-- Assigned task --
Among the records that follow, how many lines include the string "about"? Only the number is wanted.

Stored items
* * * * * * *
//! CSV of a run's samples: `time_ms,v_mv`, each species' current, the pump current, then every
//! other state component (gates, lagged inputs, tracked concentrations). Numbers are written
//! with Rust's `{}` for f64: the shortest form that reads back to the same value.

use std::io::{self, Write};

use crate::engine::{Model, Trace};

/// Quotes a header field when it holds a comma, quote or line break.
fn field(name: &str) -> String {
    if name.contains([',', '"', '\n', '\r']) {
        format!("\"{}\"", name.replace('"', "\"\""))
    } else {
        name.to_string()
    }
}

/// Column names, in order.
pub fn header(model: &Model, trace: &Trace) -> Vec<String> {
    let mut h = vec!["time_ms".to_string(), "v_mv".to_string()];
    h.extend(model.species_names.iter().map(|n| format!("i_ua_per_cm2:{n}")));
    if model.membrane.pump.is_some() {
        h.push("i_pump_ua_per_cm2".into());
    }
    h.extend(trace.names.iter().skip(1).cloned());
    h
}

/// Writes the header line.
pub fn write_header(w: &mut impl Write, model: &Model, trace: &Trace) -> io::Result<()> {
    let h: Vec<String> = header(model, trace).iter().map(|n| field(n)).collect();
    writeln!(w, "{}", h.join(","))
}

/// Writes every sample now held in `trace` as a row.
pub fn write_rows(w: &mut impl Write, model: &mut Model, trace: &Trace) -> io::Result<()> {
    let mut y = vec![0.0; trace.columns.len()];
    let mut currents = vec![0.0; model.species_count()];
    let has_pump = model.membrane.pump.is_some();
    for k in 0..trace.len() {
        trace.state(k, &mut y);
        let pump = model.currents_at(&y, &mut currents);
        write!(w, "{},{}", trace.t_ms[k], y[0])?;
        for c in &currents {
            write!(w, ",{c}")?;
        }
        if has_pump {
            write!(w, ",{pump}")?;
        }
        for v in &y[1..] {
            write!(w, ",{v}")?;
        }
        writeln!(w)?;
    }
    Ok(())
}
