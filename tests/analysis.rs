//! Scans, fits, trace metrics and dose–response against outside references: the Nernst slope
//! from CODATA constants, the resting permeability ratio of Hodgkin & Katz 1949, the statistics
//! of least-squares standard errors, and exact agreement with the single-point resting report.
//! Each check names its source; "from memory" marks a published value quoted without the paper
//! at hand, "common practice" a textbook-level fact with no single source. The cells below are
//! invented for these tests.

use std::sync::Arc;
use std::sync::atomic::{AtomicBool, AtomicUsize, Ordering};

mod common;
use common::cells::{hh_channels, species};
use common::reference::{
    self, ghk_voltage_mv, potential_carrying_mv, slope_conductance_ms_per_cm2, zero_current_mv,
};
use common::rng::{Rng, assert_honest_errors};
use common::{reference_ions as ions, valid};

/// A potential the program solves for against a closed form or the tests' own bisection: the
/// root finder stops far inside [`ACCURACY_MV`].
const SOLVED_MV: f64 = 1e-6;
/// model.md's accuracy of a trace against a reference solution at every output sample.
const ACCURACY_MV: f64 = 0.01;
/// Relative agreement with a value computed here from the same formula and CODATA constants
/// (the published ten-digit R and F differ from the exact products by about 2e-11).
const RELATIVE: f64 = 1e-9;
/// Fitted ratios against the ratios exact data were made with: the data carry the reference to
/// every digit, so only the solver's and the minimiser's tolerances remain.
const RATIO_RELATIVE: f64 = 1e-8;
/// What a fit to exact data leaves: rms residuals (mV) and standard errors (of ratios) at the
/// level of the root finder's rounding.
const EXACT_FIT: f64 = 1e-9;
/// Ratios fitted back to data made by the program itself, for a cell with no closed form (a
/// pump, gated channels): the data carry the solver's tolerance, so the ratios carry more.
const ROUND_TRIP_RELATIVE: f64 = 1e-5;
/// A passive GHK membrane is linear only to first order: over a step of about 1 mV its slope
/// conductance changes by about ΔV/(2·RT/F), under 2 % at RT/F = 26.7 mV, so exponential
/// charging with one time constant holds to that.
const LINEARITY: f64 = 0.02;
use permeant::analysis::fit::{DataError, DataPoint, FitError, FitSpace, fit, parse_points};
use permeant::analysis::metrics::{SpikeSettings, dose_response, first_event_ms, run_metrics, trace_metrics};
use permeant::analysis::rest_report;
use permeant::analysis::scan::{
    ScanControl, ScanError, ScanPoint, ScanRange, Vary, nernst_line, scan, scan_point,
};
use permeant::engine::{Run, SolverSettings};
use permeant::scenario::{Event, Pump, Scenario};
* * * * * * *
-- Result --
3